# Need help with VCD (.dat) files



## hemantpl (Aug 16, 2004)

Hi everyone,

I have two .dat files that my friend copied from some VCD. I have following problems with ONLY these two .dat file:

1. These files refuse to open in any player other than XingMPEG Player. (Ihave tried all other softwares VCD Cutter, Zoom player,WMP 9,etc.. almost all players from digit CD's). These files open without any problem in Xing.
2. I have tried reencoding these files with TMPEG enc, VCD Gear, VCD easy, Flask MPG, mpeg4_maker, etc. but these file cant even open in any of softwares.
3. I have tried adding thse files to Nero VCD compilation but at 1st I get msg-> Stream encoding which is invalid for [Super]VCD, at this msg I choose Re-encode video but got msg-> AVSEQ.mpg. Unsupported file format. I then selected Turn off standard compliance and continue and burnt the file on CDRW, but when I tested the file the was unable to start in Xing or anyother player.
4. After all this I tried opening the file VirtualDub but got msg-> MPEG Import Filter: packet sync error on packet stream (3fbf8)
5.After this I tried cutting the file with VCD Clipper (VCD Cutter wont work), and I was able to cut the files and tried all above things but the same results.

I know that .dat files contain some info about the file in its header for VCD and then the actual AV stream. Please I request you all to suggest me following:

1. Solution to above problem
2. Link to page where I can get info about the structure of VCD .dat files.
3. Any other software which could alow me to write VCD with these files.
4. Any software which would alow me to change or repair header of the files.
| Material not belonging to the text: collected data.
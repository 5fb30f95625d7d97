/**
 * A branch and bound stopped part-way and continued from its saved state (shared/engine/plan-resume.ts)
 * must end exactly where one uninterrupted search ends: the same optimum, the same certificate,
 * and (on one thread, where the order of the search is fixed) the same nodes in total, split
 * between the runs. Every run in between keeps a plan no worse than the heuristic incumbent and a
 * lower bound that never falls. The optimum itself is checked against the uninterrupted search,
 * which plan.test.ts checks against brute force over every k-set on small rooms.
 */
import assert from 'node:assert/strict';
import { describe, it } from 'node:test';
import { exactReach, plan, type PlanOptions, type PlanResult, type RoomGraph } from '../../shared/engine/index';
import { planWithWorkers } from '../../shared/engine/parallel/index';
import { groupRoom } from '../bench/team-rooms';
import { randomRoom, relClose } from './engine-fixtures';

type Planner = (g: RoomGraph, o: PlanOptions) => Promise<PlanResult> | PlanResult;

/** Runs the search in pieces of budgets[i] nodes (cycling) until it certifies; returns every run. */
async function inPieces(g: RoomGraph, base: PlanOptions, budgets: number[], run: Planner = plan): Promise<PlanResult[]> {
  const runs: PlanResult[] = [];
  let resume: PlanResult['resume'];
  for (let i = 0; i < 10_000; i++) {
    const r = await run(g, { ...base, maxNodes: budgets[i % budgets.length], ...(resume ? { resume } : {}) });
    runs.push(r);
    if (r.certified) return runs;
    assert.ok(r.resume, 'a stopped search leaves its state');
    resume = r.resume;
  }
  throw new Error('the search never finished');
}

function checkRuns(g: RoomGraph, runs: PlanResult[], whole: PlanResult, heuristicTotal: number, exactNodes: boolean): void {
  const last = runs[runs.length - 1];
  assert.ok(last.certified);
  assert.deepEqual(
    [...last.starters].sort((a, b) => a - b),
    [...whole.starters].sort((a, b) => a - b),
  );
  assert.ok(relClose(last.total, whole.total, 1e-12), `${last.total} vs ${whole.total}`);
  assert.equal(last.lowerBound, last.total);
  const runNodes = runs.reduce((t, r) => t + (r.nodes ?? 0), 0);
  assert.equal(last.resume?.nodes, runNodes, 'the saved count is the sum of the runs');
  assert.equal(last.resume?.runs, runs.length);
  assert.equal(last.resume?.closed, last.resume?.space, 'every k-set decided once');
  if (exactNodes) assert.equal(runNodes, whole.nodes, 'the runs visit exactly the nodes of one uninterrupted search');
  let lower = -Infinity;
  let closed = 0;
  for (const r of runs) {
    assert.ok(r.total <= heuristicTotal * (1 + 1e-12), 'never worse than the heuristic incumbent');
    assert.ok(r.lowerBound <= whole.total * (1 + 1e-12), 'a proven bound never passes the optimum');
    assert.ok(r.lowerBound >= lower - 1e-9 * Math.abs(lower), 'the proven bound never falls between runs');
    assert.ok((r.resume?.closed ?? 0) >= closed, 'decided sets only grow');
    lower = r.lowerBound;
    closed = r.resume?.closed ?? 0;
    assert.ok(relClose(r.total, exactReach(g, r.starters).total, 1e-9), 'the reported total is the set’s own');
  }
}

describe('resuming a stopped branch and bound', () => {
  it('one thread: any split of the nodes reaches the same optimum, certificate and node count as one run', async () => {
    const cases: [RoomGraph, number, number[][]][] = [
      [
        randomRoom(40, 60, false, 5),
        5,
        [
          [3, 17],
          [64, 5, 300],
        ],
      ],
      [groupRoom(7), 5, [[577], [1201, 64, 2900]]],
    ];
    for (const [g, k, schedules] of cases) {
      const whole = plan(g, { k, method: 'exhaustive', timeLimitMs: 600_000 });
      const heuristic = plan(g, { k, method: 'swap' });
      assert.ok(whole.certified);
      assert.ok((whole.nodes ?? 0) > 100, 'the search is long enough to be cut');
      for (const budgets of schedules) {
        const runs = await inPieces(g, { k, method: 'exhaustive', timeLimitMs: 600_000 }, budgets);
        assert.ok(runs.length > 2, `budgets ${budgets.join(',')}: cut into ${runs.length} runs`);
        checkRuns(g, runs, whole, heuristic.total, true);
      }
    }
  });

  it('auto plans resume too, and a finished state answers at once with the certified optimum', async () => {
    const g = groupRoom(11);
    const whole = plan(g, { k: 5, method: 'auto', timeLimitMs: 600_000 });
    const runs = await inPieces(g, { k: 5, method: 'auto', timeLimitMs: 600_000 }, [900]);
    checkRuns(g, runs, whole, plan(g, { k: 5, method: 'swap' }).total, true);
    const again = plan(g, { k: 5, method: 'auto', resume: runs[runs.length - 1].resume! });
    assert.ok(again.certified);
    assert.equal(again.nodes, 0, 'nothing left to search');
    assert.ok(relClose(again.total, whole.total, 1e-12));
  });

  it('two threads: resumed runs reach the single-thread optimum and certificate, and their counts add up', async () => {
    const g = groupRoom(7);
    const whole = plan(g, { k: 6, method: 'exhaustive', timeLimitMs: 600_000 });
    const runs = await inPieces(g, { k: 6, method: 'exhaustive', timeLimitMs: 600_000 }, [2500], (gg, o) => planWithWorkers(gg, o, 2));
    assert.ok(runs.length > 2, `cut into ${runs.length} runs`);
    checkRuns(g, runs, whole, plan(g, { k: 6, method: 'swap' }).total, false);
  });

  it('a saved state of another problem is not used: the search starts afresh and says so', () => {
    const g = groupRoom(7);
    const part = plan(g, { k: 5, method: 'exhaustive', maxNodes: 500 });
    assert.ok(!part.certified && part.resume);
    const other = plan(g, { k: 5, method: 'exhaustive', mustInclude: [3], maxNodes: 500, resume: part.resume });
    assert.ok(other.notes.some((n) => /did not match/.test(n)));
    assert.equal(other.resume?.runs, 1);
    const tampered = plan(g, { k: 5, method: 'exhaustive', maxNodes: 500, resume: { ...part.resume, bestRaw: part.resume.bestRaw * 0.5 } });
    assert.ok(tampered.notes.some((n) => /did not match/.test(n)));
    assert.ok(tampered.total >= part.total * (1 - 1e-12), 'a claimed total is never taken on trust');
  });
});
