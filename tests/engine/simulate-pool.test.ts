import assert from 'node:assert/strict';
import { describe, it } from 'node:test';
import { EngineError } from '../../shared/engine/errors';
import { chunkRanges } from '../../shared/engine/simulate/index';
import { SimulationPool } from '../../shared/engine/simulate/pool';
import { complete, path } from './simulate-fixtures';

describe('rehearsal pool', () => {
  it('reports progress after each chunk, up to all runs, and can be reused', async () => {
    const pool = new SimulationPool(2);
    try {
      const seen: number[] = [];
      const s = await pool.simulate(
        complete(100),
        [0],
        7000,
        1,
        {},
        {
          onProgress: (done, runs) => {
            assert.equal(runs, 7000);
            seen.push(done);
          },
        },
      );
      assert.equal(s.runs, 7000);
      assert.equal(seen.length, chunkRanges(7000, 100).length);
      assert.ok(seen.length > 2);
      assert.deepEqual(
        [...seen].sort((a, b) => a - b),
        seen,
      );
      assert.equal(seen.at(-1), 7000);
      const again = await pool.simulate(complete(100), [0], 10, 2);
      assert.equal(again.runs, 10);
    } finally {
      await pool.close();
    }
  });

  it('stops on an AbortSignal with an AbortError', async () => {
    const pool = new SimulationPool(2);
    try {
      const controller = new AbortController();
      const started = performance.now();
      // a long rehearsal: about 4e9 hops
      const run = pool.simulate(path(400), [0], 1000, 1, {}, { signal: controller.signal, onProgress: () => {} });
      setTimeout(() => controller.abort(), 200);
      await assert.rejects(run, (e: Error) => e.name === 'AbortError');
      // a guard against hanging, not a speed test
      assert.ok(performance.now() - started < 30_000);
      const pre = new AbortController();
      pre.abort();
      await assert.rejects(pool.simulate(path(5), [0], 10, 1, {}, { signal: pre.signal }), (e: Error) => e.name === 'AbortError');
    } finally {
      await pool.close();
    }
  });

  it('bad input is an EngineError raised before any worker runs', async () => {
    const pool = new SimulationPool(1);
    try {
      await assert.rejects(pool.simulate(path(5), [], 10, 1), (e: unknown) => e instanceof EngineError && e.code === 'INVALID_STARTERS');
      await assert.rejects(pool.simulate(path(5), [9], 10, 1), (e: unknown) => e instanceof EngineError && e.code === 'UNKNOWN_PERSON');
      await assert.rejects(pool.simulate(path(5), [0], 0, 1), (e: unknown) => e instanceof EngineError && e.code === 'INVALID_OPTION');
      await assert.rejects(
        pool.simulate(path(5), [0], 10, 1, { laziness: 1 }),
        (e: unknown) => e instanceof EngineError && e.code === 'INVALID_OPTION',
      );
    } finally {
      await pool.close();
    }
  });
});
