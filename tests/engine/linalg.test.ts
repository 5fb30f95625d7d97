/** Dense kernels against ml-matrix (an independent general-purpose linear-algebra package). */
import assert from 'node:assert/strict';
import { describe, it } from 'node:test';
import { inverse, Matrix } from 'ml-matrix';
import {
  bicgstab,
  gmres,
  invertInPlace,
  invertSymmetricInPlace,
  luFactor,
  luSolve,
  luSolveTransposed,
  symmetricFactor,
  symmetricSolve,
  choleskyFactor,
  choleskySolve,
} from '../../shared/engine/index';
import { relClose, rng } from './engine-fixtures';

function randomMatrix(n: number, seed: number, spd: boolean): Float64Array {
  const r = rng(seed);
  const a = new Float64Array(n * n);
  for (let q = 0; q < n * n; q++) a[q] = r() - 0.5;
  if (!spd) {
    for (let i = 0; i < n; i++) a[i * n + i] += 2;
    return a;
  }
  const s = new Float64Array(n * n);
  for (let i = 0; i < n; i++)
    for (let j = 0; j < n; j++) {
      let v = 0;
      for (let k = 0; k < n; k++) v += a[i * n + k] * a[j * n + k];
      s[i * n + j] = v + (i === j ? 0.5 : 0);
    }
  return s;
}
const toMl = (a: Float64Array, n: number) => new Matrix(Array.from({ length: n }, (_, i) => Array.from(a.subarray(i * n, i * n + n))));

describe('dense kernels agree with ml-matrix', () => {
  for (const n of [1, 7, 40]) {
    it(`inverses, n = ${n}`, () => {
      const a = randomMatrix(n, n, false);
      const ref = inverse(toMl(a, n));
      const mine = invertInPlace(Float64Array.from(a), n);
      for (let i = 0; i < n; i++) for (let j = 0; j < n; j++) assert.ok(relClose(mine[i * n + j], ref.get(i, j), 1e-10));
      const s = randomMatrix(n, 100 + n, true);
      const refS = inverse(toMl(s, n));
      const sym = invertSymmetricInPlace(Float64Array.from(s), n);
      for (let i = 0; i < n; i++) for (let j = 0; j < n; j++) assert.ok(relClose(sym[i * n + j], refS.get(i, j), 1e-10));
    });
    it(`solves (LU, LU transposed, LDL^T, Cholesky), n = ${n}`, () => {
      const a = randomMatrix(n, 7 * n, false);
      const b = Float64Array.from({ length: n }, (_, i) => 1 + (i % 3));
      const inv = inverse(toMl(a, n));
      const f = luFactor(Float64Array.from(a), n);
      const x = luSolve(f, Float64Array.from(b));
      const xt = luSolveTransposed(f, Float64Array.from(b));
      for (let i = 0; i < n; i++) {
        let v = 0;
        let vt = 0;
        for (let j = 0; j < n; j++) {
          v += inv.get(i, j) * b[j];
          vt += inv.get(j, i) * b[j];
        }
        assert.ok(relClose(x[i], v, 1e-10));
        assert.ok(relClose(xt[i], vt, 1e-10));
      }
      const s = randomMatrix(n, 9 * n, true);
      const invS = inverse(toMl(s, n));
      const y1 = symmetricSolve(symmetricFactor(Float64Array.from(s), n), n, Float64Array.from(b));
      const y2 = choleskySolve(choleskyFactor(Float64Array.from(s), n), n, Float64Array.from(b));
      for (let i = 0; i < n; i++) {
        let v = 0;
        for (let j = 0; j < n; j++) v += invS.get(i, j) * b[j];
        assert.ok(relClose(y1[i], v, 1e-9));
        assert.ok(relClose(y2[i], v, 1e-9));
      }
    });
  }
  it('GMRES and BiCGSTAB solve a nonsymmetric diagonally dominant system like ml-matrix', () => {
    const n = 60;
    const a = randomMatrix(n, 77, false);
    for (let i = 0; i < n; i++) a[i * n + i] += 10;
    const mul = (x: Float64Array, y: Float64Array) => {
      for (let i = 0; i < n; i++) {
        let s = 0;
        for (let j = 0; j < n; j++) s += a[i * n + j] * x[j];
        y[i] = s;
      }
    };
    const b = Float64Array.from({ length: n }, (_, i) => Math.cos(i));
    const diag = Float64Array.from({ length: n }, (_, i) => a[i * n + i]);
    const inv = inverse(toMl(a, n));
    for (const solve of [gmres, bicgstab]) {
      const r = solve(mul, b, diag, { tol: 1e-13 });
      assert.ok(r.converged);
      for (let i = 0; i < n; i++) {
        let v = 0;
        for (let j = 0; j < n; j++) v += inv.get(i, j) * b[j];
        assert.ok(relClose(r.x[i], v, 1e-10));
      }
    }
  });
});
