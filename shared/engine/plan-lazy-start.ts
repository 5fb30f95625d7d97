/**
 * Starting set of lazy greedy on large rooms: the required people, then one person per closed
 * group not yet covered (the member with the largest strength of ties pointing at them, a
 * common-practice proxy for the stationary weight); with one closed group and nothing
 * required, the best of the five members with the largest such strength, each checked by one
 * exact sparse solve. O(m + 5 solves).
 */
import type { PlanContext } from './plan-context';
import { SparseSystem } from './sparse-system';

export function classPickSparse(ctx: PlanContext): { set: number[]; evaluated: number[] } {
  const { room, n } = ctx;
  const { csr } = room;
  const inStrength = new Float64Array(n);
  for (let i = 0; i < n; i++) for (let e = csr.rowStart[i]; e < csr.rowStart[i + 1]; e++) inStrength[csr.col[e]] += csr.weight[e];
  const set = [...ctx.mustInclude];
  const isIn = new Uint8Array(n);
  for (const p of set) isIn[p] = 1;
  const evaluated: number[] = [];
  const open = ctx.classes.closedClasses.filter((cls) => !cls.some((p) => isIn[p]));
  if (open.length === 1 && set.length === 0) {
    const cands = open[0]
      .filter((p) => ctx.allowed[p])
      .sort((a, b) => inStrength[b] - inStrength[a] || a - b)
      .slice(0, 5);
    // Include the least-connected member too: its total estimates the worst single starter.
    const weakest = open[0].reduce((w, p) => (inStrength[p] < inStrength[w] ? p : w), open[0][0]);
    const ones = new Float64Array(n).fill(1);
    let best = -1;
    let bestT = Infinity;
    for (const p of [...cands, weakest]) {
      const sys = new SparseSystem(room, [p], 1e-8);
      const h = sys.solve(ones);
      let t = 0;
      for (let i = 0; i < n; i++) if (sys.active[i]) t += h[i];
      evaluated.push(t);
      if (cands.includes(p) && (best < 0 || t < bestT - 1e-12 * bestT || (Math.abs(t - bestT) <= 1e-12 * bestT && p < best))) {
        best = p;
        bestT = t;
      }
    }
    set.push(best);
    return { set, evaluated };
  }
  for (const cls of open) {
    let best = -1;
    for (const p of cls) if (ctx.allowed[p] && (best < 0 || inStrength[p] > inStrength[best])) best = p;
    set.push(best);
    isIn[best] = 1;
  }
  return { set, evaluated };
}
I have dialup connection and its really hard to search for this on the net so please tell me some solution.


----------



## cooljeba (Aug 16, 2004)

I think those .dat files are curropt. 
..:: peace ::..
Jeba


----------



## NikhilVerma (Aug 16, 2004)

hemantpl said:
			
		

> Hi everyone,
> ............................................
> I have dialup connection and its really hard to search for this on the net so please tell me some solution.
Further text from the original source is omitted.